## Your goal
Write out the data below exactly, beginning with the first line and ending once the line that has "text-alarm-700 border border-alarm-700/40" is written.

## Material shown
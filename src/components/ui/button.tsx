import type { ButtonHTMLAttributes } from "react";

type Variant = "primary" | "secondary" | "danger" | "quiet";

const styles: Record<Variant, string> = {
  primary: "bg-must-700 text-white hover:bg-must-800 disabled:bg-ink-500",
  secondary: "bg-card text-ink-900 border border-line hover:bg-must-50",
  danger: "bg-card text-alarm-700 border border-alarm-700/40 hover:bg-alarm-50",
  quiet: "text-must-700 underline-offset-2 hover:underline",
};

export function Button({ variant = "primary", className = "", ...props }: ButtonHTMLAttributes<HTMLButtonElement> & { variant?: Variant }) {
  return (
    <button
      type="button"
      className={`inline-flex items-center justify-center gap-2 rounded-md px-4 py-2 text-sm font-semibold transition-colors disabled:cursor-not-allowed ${styles[variant]} ${className}`}
      {...props}
    />
  );
}
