/**
 * Paying for audits through the stripe SDK against the local Stripe fake, and Stripe's webhooks.
 * Behaviour checked against Stripe's documentation: webhook signatures and the 300 s tolerance
 * (docs.stripe.com/webhooks#verify-manually; stripe-node DEFAULT_TOLERANCE), at-least-once delivery
 * in any order (docs.stripe.com/webhooks#handle-duplicate-events), idempotent requests
 * (docs.stripe.com/api/idempotent_requests) and the test cards (docs.stripe.com/testing).
 */
import { afterAll, beforeAll, describe, expect, it } from "vitest";
import { QueryTypes } from "sequelize";
import Stripe from "stripe";
import type http from "node:http";
import type { AddressInfo } from "node:net";
import { randomUUID } from "node:crypto";
import { buildTestApp, DEMO, getPdf, ORG, signInAs, type SignedInAgent, type TestApp, CONTRACT } from "../support/api.ts";
import { startTestMail } from "../support/mail.ts";
import { startStripeFake, type StripeFake } from "../../server/fakes/stripe/server.ts";
import { signed, succeededEvent, TEST_WEBHOOK_SECRET } from "../support/stripe-events.ts";

const SECRET = TEST_WEBHOOK_SECRET;
let t: TestApp;
let server: http.Server;
let base: string;
let fake: StripeFake;
let mail: Awaited<ReturnType<typeof startTestMail>>;
let finance: SignedInAgent;
let sdk: Stripe;

beforeAll(async () => {
  fake = await startStripeFake({ webhook: { secret: SECRET, retryBaseMs: 50, maxAttempts: 4 } });
  t = buildTestApp({ STRIPE_API_PORT: String(fake.port), STRIPE_WEBHOOK_SECRET: SECRET });
  server = t.app.listen(0, "127.0.0.1");
  await new Promise((r) => server.once("listening", r));
  base = `http://127.0.0.1:${(server.address() as AddressInfo).port}`;
  fake.webhooks.point(`${base}/api/webhooks/stripe`);
  mail = await startTestMail();
  finance = await signInAs(t.app, DEMO.buyerFinance);
  sdk = new Stripe("sk_test_payments", { host: "127.0.0.1", port: fake.port, protocol: "http", maxNetworkRetries: 0, telemetry: false });
});
afterAll(async () => {
  await fake.stop();
  await new Promise((r) => server.close(r));
  await mail.stop();
  await t.close();
});

const B = (p: string) => `/api/orgs/${ORG.retailer}${p}`;
const q = async <T extends object>(sql: string, replacements: unknown[] = []) =>
  t.sequelize.query<T>(sql, { replacements, type: QueryTypes.SELECT });
const countOf = async (sql: string, replacements: unknown[] = []) => Number((await q<{ n: number }>(sql, replacements))[0]!.n);

async function waitFor<T>(what: string, probe: () => Promise<T | null | undefined | false>, ms = 8000): Promise<T> {
  const until = Date.now() + ms;
  for (;;) {
    const v = await probe();
    if (v) return v;
    if (Date.now() > until) throw new Error(`timed out waiting for ${what}`);
    await new Promise((r) => setTimeout(r, 50));
  }
}

async function anyLotOfContract(contractId: number) {
  const lots = await finance.agent.get(B(`/lots?contract=${contractId}`));
  expect(lots.status).toBe(200);
  return lots.body.items[0].id as number;
}

async function placeOrder(parameters = ["volatile_acidity", "free_so2"]) {
  const lotId = await anyLotOfContract(CONTRACT.sentierBlanc);
  const res = await finance.agent
    .post(B("/audit-orders"))
    .set("x-csrf-token", finance.csrf)
    .send({
      idempotencyKey: randomUUID(),
      contractId: CONTRACT.sentierBlanc,
      laboratoryOrgId: ORG.lab,
      lotIds: [lotId],
      parameters,
      stage: "pre_filling",
    });
  expect(res.status).toBe(201);
  return res.body as { id: number; reference: string; amountCents: number };
}
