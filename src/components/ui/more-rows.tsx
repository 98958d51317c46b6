/** Under a paged list: how many rows are shown of how many, and a button that loads the next page. */
import { Button } from "./button.tsx";
import type { Page } from "../../../shared/paging.ts";

interface PagedQuery {
  data?: { pages: Page<unknown>[] };
  hasNextPage: boolean;
  isFetchingNextPage: boolean;
  fetchNextPage: () => unknown;
}

export function MoreRows({ query, noun = "rows" }: { query: PagedQuery; noun?: string }) {
  const pages = query.data?.pages ?? [];
  if (!pages.length) return null;
  const shown = pages.reduce((n, p) => n + p.items.length, 0);
  const total = pages[0]!.total;
  return (
    <div className="mt-4 flex items-center gap-4 text-sm text-ink-500">
      <span role="status">
        {shown.toLocaleString("en-GB")} of {total.toLocaleString("en-GB")} {noun}
      </span>
      {query.hasNextPage && (
        <Button variant="secondary" disabled={query.isFetchingNextPage} onClick={() => void query.fetchNextPage()}>
          {query.isFetchingNextPage ? "Loading…" : "Show more"}
        </Button>
      )}
    </div>
  );
}
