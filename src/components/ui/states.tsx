/** Loading, empty and error states, so every list and page says what is going on. */
import type { ReactNode } from "react";
import type { UseQueryResult } from "@tanstack/react-query";
import { errorMessage } from "../../lib/api-client.ts";

export function LoadingState({ label = "Loading…" }: { label?: string }) {
  return (
    <div role="status" aria-live="polite" className="flex items-center gap-3 py-8 text-ink-500">
      <span className="size-4 animate-spin rounded-full border-2 border-must-600 border-t-transparent" aria-hidden />
      {label}
    </div>
  );
}

export function EmptyState({ title, children }: { title: string; children?: ReactNode }) {
  return (
    <div className="rounded-card border border-dashed border-line bg-card px-6 py-8 text-center">
      <p className="font-semibold text-ink-900">{title}</p>
      {children && <div className="mt-1 text-sm text-ink-500">{children}</div>}
    </div>
  );
}

export function ErrorState({ error, onRetry }: { error: unknown; onRetry?: () => void }) {
  return (
    <div role="alert" className="rounded-card border border-alarm-700/30 bg-alarm-50 px-4 py-3 text-alarm-700">
      <p className="font-semibold">This could not be loaded.</p>
      <p className="text-sm">{errorMessage(error)}</p>
      {onRetry && (
        <button type="button" onClick={onRetry} className="mt-2 text-sm font-semibold underline">
          Try again
        </button>
      )}
    </div>
  );
}

export function Notice({ tone = "info", children }: { tone?: "info" | "success" | "error"; children: ReactNode }) {
  const cls = {
    info: "border-line bg-card text-ink-700",
    success: "border-verjus-700/30 bg-verjus-50 text-verjus-700",
    error: "border-alarm-700/30 bg-alarm-50 text-alarm-700",
  }[tone];
  return (
    <div role={tone === "error" ? "alert" : "status"} className={`rounded-md border px-4 py-3 text-sm ${cls}`}>
      {children}
    </div>
  );
}

/** What a query shows before its data: a spinner, the error with a retry, or `empty` when a list came back empty. */
export function QueryStatus({
  query,
  empty,
}: {
  query: Pick<UseQueryResult<unknown>, "isPending" | "isError" | "error" | "refetch" | "data">;
  empty?: string;
}) {
  if (query.isPending) return <LoadingState />;
  if (query.isError) return <ErrorState error={query.error} onRetry={() => void query.refetch()} />;
  if (empty !== undefined && isEmpty(query.data)) return <EmptyState title={empty} />;
  return null;
}

/** An empty list, whether it came whole or as pages. */
function isEmpty(data: unknown): boolean {
  if (Array.isArray(data)) return data.length === 0;
  const pages = (data as { pages?: { items: unknown[] }[] } | undefined)?.pages;
  return !!pages && pages.every((p) => p.items.length === 0);
}
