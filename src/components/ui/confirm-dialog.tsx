/**
 * Binding actions ask first, in the page: a modal <dialog> (focus moves into it, Escape cancels)
 * that names the action and its consequence. Never the browser's native confirm, which cannot be
 * styled, read consistently by screen readers, or say what will happen.
 */
import { useEffect, useId, useRef, useState, type ReactNode } from "react";
import { Button } from "./button.tsx";

export interface ConfirmRequest {
  title: string;
  /** What will happen, in one or two sentences. */
  consequence: ReactNode;
  /** The button that carries the action out, e.g. "Send to the producer". */
  confirmLabel: string;
  tone?: "primary" | "danger";
  onConfirm: () => void;
}

export function ConfirmDialog({ request, onClose }: { request: ConfirmRequest | null; onClose: () => void }) {
  const ref = useRef<HTMLDialogElement>(null);
  const titleId = useId();
  const bodyId = useId();
  useEffect(() => {
    const d = ref.current;
    if (!d) return;
    if (request && !d.open) d.showModal();
    if (!request && d.open) d.close();
  }, [request]);
  return (
    <dialog
      ref={ref}
      aria-labelledby={titleId}
      aria-describedby={bodyId}
      onClose={onClose}
      className="m-auto max-w-lg rounded-card border border-line bg-card p-6 text-ink-900 shadow-xl backdrop:bg-ink-900/40"
    >
      {request && (
        <div className="flex flex-col gap-4">
          <h2 id={titleId} className="text-lg font-semibold">
            {request.title}
          </h2>
          <div id={bodyId} className="text-sm">
            {request.consequence}
          </div>
          <div className="flex justify-end gap-2">
            <Button variant="secondary" onClick={onClose} autoFocus>
              Cancel
            </Button>
            <Button
              variant={request.tone === "danger" ? "danger" : "primary"}
              onClick={() => {
                request.onConfirm();
                onClose();
              }}
            >
              {request.confirmLabel}
            </Button>
          </div>
        </div>
      )}
    </dialog>
  );
}

/** `ask(request)` opens the dialog; render `dialog` once in the component. */
export function useConfirm() {
  const [request, setRequest] = useState<ConfirmRequest | null>(null);
  return { ask: setRequest, dialog: <ConfirmDialog request={request} onClose={() => setRequest(null)} /> };
}

/** A button whose action waits for the dialog's confirmation. */
export function ConfirmButton({
  children,
  request,
  variant = "primary",
  disabled,
}: {
  children: ReactNode;
  request: ConfirmRequest;
  variant?: "primary" | "secondary" | "danger" | "quiet";
  disabled?: boolean;
}) {
  const { ask, dialog } = useConfirm();
  return (
    <>
      <Button variant={variant} disabled={disabled} onClick={() => ask(request)}>
        {children}
      </Button>
      {dialog}
    </>
  );
}
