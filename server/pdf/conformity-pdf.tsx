/**
 * Certificate of conformity for one lot: the parties, the wine, the governing spec version, every result
 * with its uncertainty and verdict, the decision rule applied, the independent audit's outcome, and the
 * caution that it does not replace an accredited laboratory's report or the market's own controls.
 */
import { Document, Page, StyleSheet, Text, View, renderToBuffer } from "@react-pdf/renderer";
import { convert, findParameter, UNITS, type ResultComparison } from "../../shared/engine/index.ts";
import { verdictText } from "../../shared/lots/verdict-text.ts";
import { ANALYSIS_STAGE_LABELS } from "../../shared/lots/vocabulary.ts";
import type { AnalysisView, LotAuditView, LotDetail, StoredVerdict } from "../../shared/lots/views.ts";
import { registerPdfFonts } from "./fonts.ts";
import { PageFooter } from "./page-footer.tsx";
import { base, stamp } from "./styles.ts";

const s = {
  ...base,
  ...StyleSheet.create({
    p: { width: "24%", paddingRight: 4 },
    r: { width: "22%", paddingRight: 4 },
    l: { width: "36%", paddingRight: 4 },
    v: { width: "18%" },
    c: { width: "20%", paddingRight: 4 },
    statement: { fontSize: 11, fontWeight: 600 },
  }),
};

export interface ConformityData {
  number: string;
  lot: LotDetail;
  declared: AnalysisView | null;
  audit: (LotAuditView & { analysis: AnalysisView | null }) | null;
  statement: string;
}

const name = (p: string) => findParameter(p)?.name ?? p;
const inUnit = (x: number | null, c: ResultComparison) => (x === null ? null : convert(x, c.unit, c.displayUnit));
const num = (x: number | null) => (x === null ? "—" : String(Number(x.toPrecision(3))));

function Results({ verdicts }: { verdicts: StoredVerdict[] }) {
  return (
    <>
      <View style={s.head}>
        <Text style={s.p}>Parameter</Text>
        <Text style={s.r}>Result ± U (k = 2)</Text>
        <Text style={s.l}>Governing limits</Text>
        <Text style={s.v}>Verdict</Text>
      </View>
      {verdicts.map((v) => {
        const t = verdictText(v);
        return (
          <View key={v.parameter} style={s.row} wrap={false}>
            <Text style={s.p}>{name(v.parameter)}</Text>
            <Text style={s.r}>{t.result}</Text>
            <Text style={s.l}>{t.limits}</Text>
            <Text style={s.v}>{v.outcome}</Text>
          </View>
        );
      })}
    </>
  );
}

function Certificate({ d, generatedAt }: { d: ConformityData; generatedAt: Date }) {
  const { lot, declared, audit } = d;
  const rules = [...new Set([...(declared?.evaluation?.verdicts ?? []), ...(audit?.analysis?.evaluation?.verdicts ?? [])].map((v) => v.ruleText))];
  return (
    <Document title={`Certificate of conformity ${d.number}`} author="Cellarpact">
      <Page size="A4" style={s.page}>
        <Text style={s.brand}>Cellarpact · Certificate of conformity</Text>
        <Text style={s.h1}>
          Lot {lot.lotCode} · {lot.wineName} {lot.vintage}
        </Text>
        <Text>Certificate {d.number}</Text>
        <Text>
          Buyer: {lot.contract.retailer.name} · Producer: {lot.producerName} · Contract {lot.contractReference}
        </Text>
        <Text>
          Destination market: {lot.market} · Volume: {lot.volumeLitres.toLocaleString("en-GB")} L
        </Text>
        <Text>{lot.governing ? `Specification: version ${lot.governing.number} (agreed), vintages ${lot.governing.vintageFrom}${lot.governing.vintageTo ? `–${lot.governing.vintageTo}` : " onwards"}` : "No agreed specification governs this lot; results are judged against legal limits only."}</Text>

        <View style={s.box}>
          <Text style={s.statement}>{d.statement}</Text>
        </View>

        <Text style={s.h2}>Results declared by the producer</Text>
        {declared ? (
          <>
            <Text style={s.small}>
              {ANALYSIS_STAGE_LABELS[declared.stage]} · {declared.laboratoryName}
              {declared.accreditation ? ` (accreditation ${declared.accreditation})` : ""} · sampled {declared.sampleDate} · engine {declared.evaluation?.engineVersion}
            </Text>
            <Results verdicts={declared.evaluation?.verdicts ?? []} />
          </>
        ) : (
          <Text style={s.small}>No declared analysis.</Text>
        )}

        <Text style={s.h2}>Independent audit</Text>
        {audit?.analysis ? (
          <>
            <Text style={s.small}>
              {audit.reference} · {audit.laboratoryName}
              {audit.analysis.accreditation ? ` (accreditation ${audit.analysis.accreditation})` : ""}
              {audit.reportReference ? ` · report ${audit.reportReference}` : ""} · sampled {audit.analysis.sampleDate}
            </Text>
            <Results verdicts={audit.analysis.evaluation?.verdicts ?? []} />
            <Text style={[s.small, { marginTop: 6 }]}>Agreement with the declared results (ISO 13528 scores, the independent laboratory as reference):</Text>
            <View style={s.head}>
              <Text style={s.c}>Parameter</Text>
              <Text style={s.c}>Declared / independent</Text>
              <Text style={s.c}>En</Text>
              <Text style={s.c}>z</Text>
              <Text style={s.c}>Reading</Text>
            </View>
            {audit.comparisons.map((c) => (
              <View key={c.parameter} style={s.row} wrap={false}>
                <Text style={s.c}>{name(c.parameter)}</Text>
                <Text style={s.c}>
                  {num(inUnit(c.declared, c))} / {num(inUnit(c.independent, c))} {UNITS[c.displayUnit]?.label ?? c.displayUnit}
                </Text>
                <Text style={s.c}>{num(c.en)}</Text>
                <Text style={s.c}>{num(c.z)}</Text>
                <Text style={s.c}>{c.outcome}</Text>
              </View>
            ))}
          </>
        ) : (
          <Text style={s.small}>{audit ? `${audit.reference} with ${audit.laboratoryName}: results not in yet.` : "No independent audit of this lot."}</Text>
        )}

        <Text style={s.h2}>Decision rule</Text>
        <Text>
          The statement above covers only the results listed, on the samples analysed. Each result is held against its governing limit, the stricter of the buyer's agreed limit and the destination
          market's legal limit, under the decision rule agreed in the specification. The rule decides how measurement uncertainty counts: with a guard band a result passes only when it stays inside the
          limit by the band; a "conditional" verdict (ILAC-G8) means the limit lies within the result's uncertainty interval, so conformity is likely but not shown.
        </Text>
        {rules.map((r) => (
          <Text key={r} style={s.small}>
            · {r}
          </Text>
        ))}

        <View style={s.box} wrap={false}>
          <Text style={{ fontWeight: 600 }}>Caution</Text>
          <Text>
            This certificate summarises results recorded in Cellarpact. It does not replace the test report of an accredited laboratory, nor the checks of the destination market's authorities. Legal
            limits and the sulphite allergen statement follow the law of the market of sale; confirm them with the competent authority before release.
          </Text>
        </View>
        <PageFooter label={`${d.number} · generated ${stamp(generatedAt)}`} />
      </Page>
    </Document>
  );
}

export async function renderConformityCertificate(d: ConformityData): Promise<Buffer> {
  registerPdfFonts();
  return renderToBuffer(<Certificate d={d} generatedAt={new Date()} />);
}
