/**
 * Source Sans 3 for PDFs, embedded from @fontsource. Only .woff works with react-pdf's font engine
 * (.woff2 crashes when subsetting); latin and latin-ext are registered as two families because
 * each file covers only part of the alphabet. Source Sans's web subsets lack the mathematical signs
 * a spec prints (≤ ≥ →), so DejaVu Sans, which has them, is the last fallback.
 */
import { createRequire } from "node:module";
import { Font } from "@react-pdf/renderer";

const require = createRequire(import.meta.url);
const file = (subset: "latin" | "latin-ext", weight: 400 | 600) =>
  require.resolve(`@fontsource/source-sans-3/files/source-sans-3-${subset}-${weight}-normal.woff`);

const symbols = (weight: 400 | 700) => require.resolve(`@fontsource/dejavu-sans/files/dejavu-sans-latin-${weight}-normal.woff`);

let registered = false;
export function registerPdfFonts(): void {
  if (registered) return;
  Font.register({
    family: "Source Sans 3",
    fonts: [
      { src: file("latin", 400), fontWeight: 400 },
      { src: file("latin", 600), fontWeight: 600 },
    ],
  });
  Font.register({
    family: "Source Sans 3 Ext",
    fonts: [
      { src: file("latin-ext", 400), fontWeight: 400 },
      { src: file("latin-ext", 600), fontWeight: 600 },
    ],
  });
  Font.register({
    family: "DejaVu Sans",
    fonts: [
      { src: symbols(400), fontWeight: 400 },
      { src: symbols(700), fontWeight: 600 },
    ],
  });
  // Hyphenating lab terms ("dis-solved") does more harm than good in tables.
  Font.registerHyphenationCallback((word) => [word]);
  registered = true;
}

export const PDF_FONT = ["Source Sans 3", "Source Sans 3 Ext", "DejaVu Sans"];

## Answer for the task
filename src/components/ui/button.tsx
import type { ButtonHTMLAttributes } from "react";

type Variant = "primary" | "secondary" | "danger" | "quiet";

const styles: Record<Variant, string> = {
  primary: "bg-must-700 text-white hover:bg-must-800 disabled:bg-ink-500",
  secondary: "bg-card text-ink-900 border border-line hover:bg-must-50",
  danger: "bg-card text-alarm-700 border border-alarm-700/40 hover:bg-alarm-50",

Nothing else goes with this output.